Na fiscalização concreta da constitucionalidade de normas (artigos 280º da Constituição da República Portuguesa e 69º e ss. da LTC) – diferentemente do que sucede na fiscalização abstracta (artigos 281º da Constituição e 62º da LTC) – “tudo se reconduz a um «recurso», que, embora limitado à questão de constitucionalidade (ou equiparada), não chega a autonomizar-se inteiramente do processo (civil, criminal, administrativo, etc.), em que se enxerta” (Cardoso da Costa, A Jurisdição Constitucional em Portugal, Almedina, 2007, p. 66). Daí a averiguação da utilidade da apreciação da questão de constitucionalidade por referência ao sentido da decisão recorrida (bem como por referência à natureza final ou não desta decisão – cf. Acórdãos do Tribunal Constitucional nºs 387/2008 e 95/2009, disponíveis em www.tribunalconstitucional.pt).
Procedendo àquela averiguação nos presentes autos, é de concluir, com efeito, que, ainda que o Tribunal Constitucional viesse a concluir pela conformidade constitucional da alínea m) do nº 6 do artigo 12º da Lei nº 7/2009, na redacção dada pela Declaração de Rectificação nº 21/2009, subsistiria o fundamento da ilegalidade desta norma, com a consequência de se manter inalterada a decisão de declaração de extinção do procedimento criminal. Ou seja, é inútil apreciar a inconstitucionalidade da norma indicada no requerimento de interposição de recurso.»
Consequentemente, há que frisar que a decisão recorrida, nestes autos, adoptou um fundamento alternativo, quanto à norma extraída da alínea m) do n.º 6 do artigo 12º da Lei n.º 7/2009, de 12 de Fevereiro, tal como rectificada pela Declaração de Rectificação n.º 21/2009, de18 de Março, que corresponde exactamente ao adoptados pelas decisões recorridas que deram lugar aos Acórdãos já supra citados:
«- logo, a Declaração de Rectificação n.º 21/2009, de18 de Março não cumpre o disposto no art. 5.º n.º 1 da Lei 74/98, de 11 de Novembro, sendo, por isso, ilegal» (fls. 102)

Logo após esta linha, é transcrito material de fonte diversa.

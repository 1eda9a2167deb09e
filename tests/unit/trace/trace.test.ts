import { describe, expect, it } from 'vitest';
import { chunkPlan, raysInChunk } from '../../../src/lib/trace/chunk-plan';
import { createTally } from '../../../src/lib/trace/tally';
import { traceSync } from '../../../src/lib/trace/trace';
import { traceChunk } from '../../../src/lib/trace/trace-chunk';
import { domePackage } from '../../support/fixtures';

describe('traceSync(pkg, options, onProgress)', () => {
  it('is the chunk plan traced in order: the same tally as tracing each chunk by hand', () => {
    const rays = 40_000;
    const byHand = createTally();
    const plan = chunkPlan(rays);
    for (let i = 0; i < plan.chunkCount; i++) traceChunk(domePackage(), i, raysInChunk(plan, i), 9, byHand);
    expect(traceSync(domePackage(), { rays, seed: 9 })).toEqual(byHand);
  });

  it('reports progress after each chunk, ending at the total', () => {
    const seen: number[] = [];
    traceSync(domePackage(), { rays: 40_000, seed: 1 }, (done, total) => {
      expect(total).toBe(40_000);
      seen.push(done);
    });
    expect(seen).toEqual([16384, 32768, 40000]);
  });

  it('rejects bad input with a RangeError before tracing', () => {
    expect(() => traceSync(domePackage(), { rays: 0, seed: 1 })).toThrow(/rays must be an integer/);
    expect(() => traceSync({ ...domePackage(), outsideN: 0 }, { rays: 10, seed: 1 })).toThrow(/outsideN must be/);
  });

  it('changes the result with the seed', () => {
    expect(traceSync(domePackage(), { rays: 2000, seed: 1 })).not.toEqual(traceSync(domePackage(), { rays: 2000, seed: 2 }));
  });
});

Como tal, por inutilidade processual, decide-se não conhecer da questão de inconstitucionalidade decorrente da decisão de desaplicação da norma extraída da alínea m) do n.º 6 do artigo 12º da Lei n.º 7/2009, de 12 de Fevereiro, tal como rectificada pela Declaração de Rectificação n.º 21/2009, de18 de Março.
5. Sucede, porém, que a decisão recorrida não se limita a desaplicar aquela norma, considerando que de tal decisão resultaria uma integral desprotecção de valores constitucionais – neste caso, a protecção da saúde das trabalhadoras –, por força da revogação da contra-ordenação a que a A., Lda. estaria sujeita, por força da redacção (não rectificada) da alínea b) do n.º 1 do artigo 12º da Lei n.º 7/2009, de 12 de Fevereiro. Com efeito, a decisão recorrida fundou-se no seguinte raciocínio:
«Mas, na nossa perspectiva, a discussão não pode – nem deve – terminar por aqui.

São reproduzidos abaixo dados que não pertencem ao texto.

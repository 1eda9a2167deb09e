/**
 * Number formatting for the user's edge. Pure. Never prints "NaN" or "Infinity": a value that cannot
 * be shown prints as "—" followed by the reason in parentheses.
 */

/** Text shown in place of a number that does not exist, with the reason. */
export function missing(reason: string): string {
  return `— (${reason})`;
}

const SUPERSCRIPT: Record<string, string> = {
  '-': '⁻', '0': '⁰', '1': '¹', '2': '²', '3': '³', '4': '⁴', '5': '⁵', '6': '⁶', '7': '⁷', '8': '⁸', '9': '⁹'
};

/**
 * A number to `digits` significant digits (1–15), no grouping: 0.041742 → "0.04174", 23.578 → "23.58",
 * 1234.5 → "1235". Magnitudes ≥ 1e6 or < 1e-3 use powers of ten: 2.5e-7 → "2.500 × 10⁻⁷".
 * −0 prints "0". Non-finite values print "—" with `reason`.
 */
export function fmtNumber(x: number, digits = 4, reason = 'not defined'): string {
  if (typeof x !== 'number' || !Number.isFinite(x)) return missing(reason);
  const d = Math.min(15, Math.max(1, Math.round(digits)));
  if (x === 0) return '0';
  const abs = Math.abs(x);
  if (abs >= 1e6 || abs < 1e-3) {
    const [mant, exp] = x.toExponential(d - 1).split('e');
    const e = String(Number(exp)).replace(/./g, (c) => SUPERSCRIPT[c] ?? c);
    return `${mant} × 10${e}`;
  }
  const decimals = Math.max(0, d - 1 - Math.floor(Math.log10(abs)));
  // Rounding can carry into a new digit (9.9996 → "10.000"); re-round from the rounded value.
  const rounded = Number(x.toFixed(Math.min(decimals, 20)));
  const decimals2 = rounded === 0 ? decimals : Math.max(0, d - 1 - Math.floor(Math.log10(Math.abs(rounded))));
  const text = rounded.toFixed(Math.min(decimals2, 20));
  return text === '-0' || /^-0\.0*$/.test(text) ? text.slice(1) : text;
}

/** Percentages below this magnitude print as "< 0.001 %": nothing on a page is known that finely. */
export const SMALLEST_PERCENT = 0.001;

/**
 * A fraction as a percentage with `digits` significant digits: 0.04174 → "4.174 %". A share smaller
 * than 0.001 % in magnitude prints "< 0.001 %" ("> −0.001 %" below zero) rather than a power of ten,
 * and a share of 10⁶ % or more keeps the power of ten of {@link fmtNumber}.
 */
export function fmtPercent(fraction: number, digits = 4, reason = 'not defined'): string {
  if (typeof fraction !== 'number' || !Number.isFinite(fraction)) return missing(reason);
  const pct = fraction * 100;
  if (pct !== 0 && Math.abs(pct) < SMALLEST_PERCENT) return pct > 0 ? `< ${SMALLEST_PERCENT} %` : `> −${SMALLEST_PERCENT} %`;
  // Rounding to `digits` may still land below the floor (0.0010004 → "0.001000"): that is fine, it is ≥ it.
  return `${fmtNumber(pct, digits)} %`;
}

/**
 * A fraction as a percentage without trailing zeros, at most `digits` significant digits, for sentences
 * that echo a stated value beside computed ones: 0.85 → "85 %", 0.3864 → "38.6 %". The same floor as
 * {@link fmtPercent}: 1.6e-9 → "< 0.001 %", never a power of ten below it.
 */
export function fmtPercentPlain(fraction: number, digits = 3, reason = 'not defined'): string {
  if (typeof fraction !== 'number' || !Number.isFinite(fraction)) return missing(reason);
  const pct = fraction * 100;
  if (pct !== 0 && Math.abs(pct) < SMALLEST_PERCENT) return fmtPercent(fraction, digits);
  return `${fmtPlain(pct, digits)} %`;
}

/**
 * A difference of two fractions in percentage points, `digits` significant digits, the same floor as
 * {@link fmtPercent}: 0.311 → "31.1 percentage points", 0.01 → "1.00 percentage point",
 * 1.6e-9 → "< 0.001 percentage points".
 */
export function fmtPoints(difference: number, digits = 3, reason = 'not defined'): string {
  if (typeof difference !== 'number' || !Number.isFinite(difference)) return missing(reason);
  const text = fmtPercent(difference, digits).replace(/ %$/, '');
  return `${text} percentage ${/^1(\.0*)?$/.test(text) ? 'point' : 'points'}`;
}

/** An angle given in radians, printed in degrees: 0.41152 → "23.58°". */
export function fmtDeg(angleRad: number, digits = 4, reason = 'not defined'): string {
  if (typeof angleRad !== 'number' || !Number.isFinite(angleRad)) return missing(reason);
  return `${fmtNumber((angleRad * 180) / Math.PI, digits)}°`;
}

/** A number with its unit after a space: (2.5, 'mm') → "2.5 mm". */
export function fmtUnit(x: number, unit: string, digits = 4, reason = 'not defined'): string {
  if (typeof x !== 'number' || !Number.isFinite(x)) return missing(reason);
  return unit ? `${fmtNumber(x, digits)} ${unit}` : fmtNumber(x, digits);
}

/** A complex index n + ik: (2.4869, 0) → "2.487", (0.0438, 3.61) → "0.0438 + 3.610i". */
export function fmtIndex(n: number, k: number, digits = 4): string {
  if (!Number.isFinite(n) || !Number.isFinite(k)) return missing('index not available');
  return k === 0 ? fmtNumber(n, digits) : `${fmtNumber(n, digits)} + ${fmtNumber(k, digits)}i`;
}

/**
 * A number without trailing zeros, at most `digits` significant digits: 2.5 → "2.5", 0.15 → "0.15",
 * 1/3 → "0.333333". For echoing inputs back (values the user typed), not for computed results.
 */
export function fmtPlain(x: number, digits = 6, reason = 'not defined'): string {
  if (typeof x !== 'number' || !Number.isFinite(x)) return missing(reason);
  if (x === 0) return '0';
  const abs = Math.abs(x);
  if (abs >= 1e6 || abs < 1e-3) return fmtNumber(x, digits).replace(/\.?0+ ×/, ' ×');
  return String(Number(x.toPrecision(Math.min(15, Math.max(1, Math.round(digits))))));
}

/**
 * A material's display name without a trailing nominal index such as "(n ≈ 1.41)", for places that
 * print the actual index at the wavelength beside it: "Methyl silicone (n ≈ 1.41)" → "Methyl silicone".
 */
export function plainName(name: string): string {
  return name.replace(/\s*\(n\s*[≈=~][^)]*\)\s*$/u, '');
}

Se para nós é patente que a punição como contra-ordenação da conduta dos autos surge revogada no art. 12.º n.º 1 al. b) da Lei 7/2009, tal como esta foi publicada no dia 12.02.2009 e foi efectivamente aprovada após discussão e votação na Assembleia da República, pensamos que outra questão se deverá colocar: será inconstitucional a despenalização de tal conduta-
Note-se que o art. 59.º n.º 1, al. c) da Constituição afirma que todos os trabalhadores têm direito à prestação do trabalho em condições de higiene, segurança e saúde, enquanto que o n.º 2 exige ao Estado o dever de assegurar tais condições de trabalho a que os trabalhadores têm direito. Ou seja, o art. 59.º n.º 2 exige um comportamento interventor do Estado nesta matéria, estabelecendo as medidas adequadas a assegurar tais condições de trabalho e sancionando os comportamentos que, por algum modo, violem tais direitos. (…)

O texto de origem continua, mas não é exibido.